The Architecture of Hutch​

Hutch is part of an "application stack" that was defined by the TRE-FX Project. Hutch itself provides an implementation of the "Workflow Executor" module of that stack, interacting in a standard with the other modules, and leveraging existing tools to achieve its functionality.

This affords it a great deal of flexibility in terms of how users may want to run it in different setups and enables it to be easily extended to support new formats or functionality.

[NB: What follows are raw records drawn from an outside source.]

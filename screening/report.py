"""Rendering: one-page building sheets and the portfolio ranking report (PDF).

Layer 3 (orchestration): takes plain dicts (the sheet and report contracts documented
in ``DEVELOPERS.md "Rendering"``), formats every number itself, renders HTML with Jinja
(autoescaped, ``StrictUndefined``) and lays it out with WeasyPrint.

Speed: many sheets are laid out in one WeasyPrint document (a *chunk*), each sheet on
its own page; the page count is checked against the sheet count (each sheet's first page
carries an anchor ``sheet-<k>``), and WeasyPrint's PDF objects (pydyf) are written straight
into one file per page, each with its own ``/Title`` (:class:`_PageSplitter`; the chunk
itself is never serialized). A sheet that runs over one page
is re-rendered on its own at growing shrink levels. Chunks are shared by this process
and a pool of ``workers - 1`` children; each renderer keeps one ``FontConfiguration``,
one Jinja environment and the parsed stylesheets for its whole life.

Safety: every fetch goes through :class:`AssetFetcher`, which serves only files inside
``templates_dir()`` and ``data:`` URIs and refuses everything else (no network, no other
file). Output files are named by :func:`assign_filenames` and written atomically inside
``out_dir`` only.
"""

from __future__ import annotations

import atexit
import contextlib
import datetime as _dt
import gc
import hashlib
import logging
import math
import mimetypes
import multiprocessing
import os
import re
import tempfile
import time
import unicodedata
import zlib
from collections.abc import Callable, Iterable, Sequence
from concurrent.futures import ProcessPoolExecutor
from pathlib import Path
from typing import Any, TypeGuard
from urllib.parse import unquote, urlsplit
from urllib.request import url2pathname

import jinja2
from markupsafe import Markup

from . import __version__, charts, interrupts, lifeline
from .errors import OutputError, RenderError
from .resources import templates_dir

__all__ = [
    "RenderError",
    "AssetFetcher",
    "safe_filename",
    "assign_filenames",
    "render_sheets",
    "render_ranking",
    "sheet_view",
    "fmt_num",
    "STANDARD_CAUTION",
    "PAPERS",
]

LOGGER = logging.getLogger(__name__)

PAPERS = {"Letter": "letter", "A4": "A4"}
# content width of a sheet [mm]: paper width minus the 12 mm side margins of sheet.css
_CONTENT_MM = {"Letter": 215.9 - 24, "A4": 210.0 - 24}

STANDARD_CAUTION = (
    "This page is a screening estimate from meter readings and weather, for information only: it is not an "
    "energy audit, a design heat-loss calculation or a code-compliance finding. Follow local codes and the legal "
    "minimum indoor temperatures for occupied spaces. Have combustion appliances and venting safety-tested by "
    "qualified people before and after any air sealing. Leave decisions on changes to licensed engineers or "
    "certified energy auditors."
)


# --------------------------------------------------------------------------------------
# file names


_WINDOWS_RESERVED = {
    "CON",
    "PRN",
    "AUX",
    "NUL",
    "CLOCK$",
    "CONIN$",
    "CONOUT$",
    *(f"COM{i}" for i in "0123456789¹²³"),
    *(f"LPT{i}" for i in "0123456789¹²³"),
}
_UNSAFE = re.compile(r"[^A-Za-z0-9._-]+")
_MAX_READABLE = 60
_HASH_LEN = 10


def _id_hash(building_id: str, n: int = _HASH_LEN) -> str:
    return hashlib.sha256(building_id.encode("utf-8", "surrogatepass")).hexdigest()[:n]


def safe_filename(building_id: str) -> str:
    """Map a building id to a file stem that is safe on Linux, macOS and Windows.

    The readable part keeps ASCII letters, digits, ``.``, ``_`` and ``-`` (after NFKD
    folding of accents); every other run of characters becomes one ``_``; leading dots,
    dashes and underscores and trailing dots are stripped; it is cut to 60 characters.
    When that changed anything, or the result is empty or a Windows device name
    (CON, NUL, COM1 ... with any extension; then prefixed with ``id_``), ``-`` plus the first 10 hex digits of SHA-256 of the UTF-8 id
    is appended, so two ids that sanitize alike still get different stems. An id that is
    already safe is kept unchanged. Deterministic; no I/O.
    """
    if not isinstance(building_id, str):
        raise TypeError(f"building_id must be a str, got {type(building_id).__name__}: {building_id!r}")
    folded = unicodedata.normalize("NFKD", building_id).encode("ascii", "ignore").decode("ascii")
    readable = _UNSAFE.sub("_", folded).lstrip("._-").rstrip(". ")[:_MAX_READABLE].rstrip(". ")
    reserved = readable.split(".")[0].upper() in _WINDOWS_RESERVED
    if readable == building_id and readable and not reserved:
        return readable
    if reserved:  # Windows reserves "COM1" with any extension too: move the name off it
        readable = f"id_{readable}"
    return f"{readable or 'building'}-{_id_hash(building_id)}"


def assign_filenames(ids: Sequence[str]) -> dict[str, str]:
    """Safe, unique, deterministic file stems for a list of distinct building ids.

    Starts from :func:`safe_filename`; stems that are equal when compared without case
    (they would overwrite each other on Windows and macOS) all get the id's hash appended,
    and then longer hashes until no two stems collide. The result does not depend on the
    order of ``ids``.
    """
    ids = list(ids)
    seen: set[str] = set()
    for bid in ids:
        if bid in seen:
            raise ValueError(f"assign_filenames: building id {bid!r} appears more than once")
        seen.add(bid)
    stems = {bid: safe_filename(bid) for bid in sorted(ids)}
    n = _HASH_LEN
    while True:
        groups: dict[str, list[str]] = {}
        for bid, stem in stems.items():
            groups.setdefault(stem.casefold(), []).append(bid)
        clashes = [g for g in groups.values() if len(g) > 1]
        if not clashes:
            return {bid: stems[bid] for bid in ids}
        n += 6
        if n > 64:  # pragma: no cover - would need a SHA-256 collision
            raise RenderError(f"cannot give distinct file names to ids {clashes[0]!r}")
        for group in clashes:
            for bid in group:
                base = safe_filename(bid)
                if base != bid:  # strip the short hash again
                    base = base.rsplit("-", 1)[0]
                stems[bid] = f"{base}-{_id_hash(bid, n)}"


# --------------------------------------------------------------------------------------
# URL fetcher


def _fetcher_class():
    from weasyprint.urls import URLFetcher, URLFetcherResponse

    class _AssetFetcher(URLFetcher):
        """Serve only files inside ``root`` (the templates folder) and ``data:`` URIs.

        Everything else (http, https, ftp, file outside ``root``, devices) is refused
        before any I/O with ``ValueError``; with ``fatal=True`` (the default) WeasyPrint
        stops the render instead of drawing the page without the resource. Every URL asked
        for is recorded in ``self.requested`` and every refusal in ``self.refused``.
        """

        def __init__(self, root: Path | None = None, *, fatal: bool = True):
            super().__init__(timeout=2, allowed_protocols={"file", "data"}, allow_redirects=False, fail_on_errors=fatal)
            self.root = Path(root or templates_dir()).resolve()
            self.requested: list[str] = []
            self.refused: list[str] = []

        def fetch(self, url, headers=None):
            self.requested.append(url)
            scheme = url.split(":", 1)[0].lower() if ":" in url else ""
            if scheme == "data":
                return super().fetch(url, headers)
            if scheme == "file":
                parts = urlsplit(url)
                if parts.netloc in ("", "localhost"):
                    path = Path(url2pathname(unquote(parts.path))).resolve()
                    if path.is_relative_to(self.root) and path.is_file():
                        ctype = mimetypes.guess_type(path.name)[0] or "application/octet-stream"
                        return URLFetcherResponse(path.as_uri(), path.read_bytes(), {"Content-Type": ctype})
            self.refused.append(url)
            raise ValueError(f"refused to fetch {url[:200]!r}: only template assets and data: URIs are served")

    return _AssetFetcher


def AssetFetcher(root: Path | None = None, *, fatal: bool = True):  # noqa: N802 - used like a class
    """A :class:`weasyprint.urls.URLFetcher` serving only ``root`` (default templates_dir()) and ``data:``."""
    return _fetcher_class()(root, fatal=fatal)


# --------------------------------------------------------------------------------------
# number formatting (documented in DEVELOPERS.md "Rendering")


def _finite(x: object) -> TypeGuard[float]:
    return x is not None and isinstance(x, (int, float)) and not isinstance(x, bool) and math.isfinite(x)


def fmt_num(x, *, sig: int = 3) -> str:
    """Format a number for a sheet: ``n/a`` for missing, ``∞`` for infinite, thousands
    separators and no decimals from 100 up, ``sig`` significant digits below 100,
    ``1.23e+12`` from one billion up."""
    if x is None or isinstance(x, bool):
        return "n/a"
    try:
        x = float(x)
    except (TypeError, ValueError):
        return "n/a"
    if math.isnan(x):
        return "n/a"
    if math.isinf(x):
        return "∞" if x > 0 else "-∞"
    a = abs(x)
    if a >= 1e9:
        return f"{x:.2e}"
    if a >= 100:
        return f"{x:,.0f}"
    if a == 0:
        return "0"
    if a < 1e-3:
        return f"{x:.1e}"
    return f"{x:.{sig}g}"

The main components of the TRE-FX stack are as follows:

  • The Submission Layer
  • The TRE Controller (Hutch interacts with this)
  • The Workflow Executor (Hutch fulfills this module)
  • An Intermediary Store (Hutch interacts with this)

Additionally, depending on how (or if!) you implement other areas of the stack, and what your needs are regarding "airgapped" environments, you may require your own:

  • Container registry
  • Workflow repository

The Submission Layer​

The submission layer is an interoperable part of the stack which can accept requests from various federated activity providers in the form of an RO-Crate. It sits just outside the TRE/SDE, still only allowing outbound requests for activities to be run. External services cannot directly put jobs into the TRE/SDE to be run.

The submission layer aims to reduce or prevent "vendor lock-in" whereby you enable federated activities only with researchers with access to one specific product. This increases the reach of your data in the research community.

The TRE Controller​

The TRE Controller sits inside the TRE/SDE to verify and approve incoming jobs and facilitate the approval of data egress within existing TRE workflows. It is the only module within the stack that is allowed outside communication (specifically with the Submission Layer) from inside the TRE.

The Workflow Executor (e.g. Hutch)​

The Workflow Executor runs workflow jobs passed to it from the TRE Controller. The RO-Crate in the request is unpacked and, in the case of Hutch, executed using WfExS. Upon completion of the job, outputs are placed in the Intermediary Store and the TRE Controller is notified that they are ready to be inspected for data egress approval. If approved, the results are merged back into the original RO-Crate and returned to the Intermediary Store ready for egress.

The Intermediary Store​

This store serves as a place to put the crates for job requests, outputs of executions, and final results crates. Essentially any transfer between the TRE Controller and the Workflow Executor (Hutch) can be performed via this store.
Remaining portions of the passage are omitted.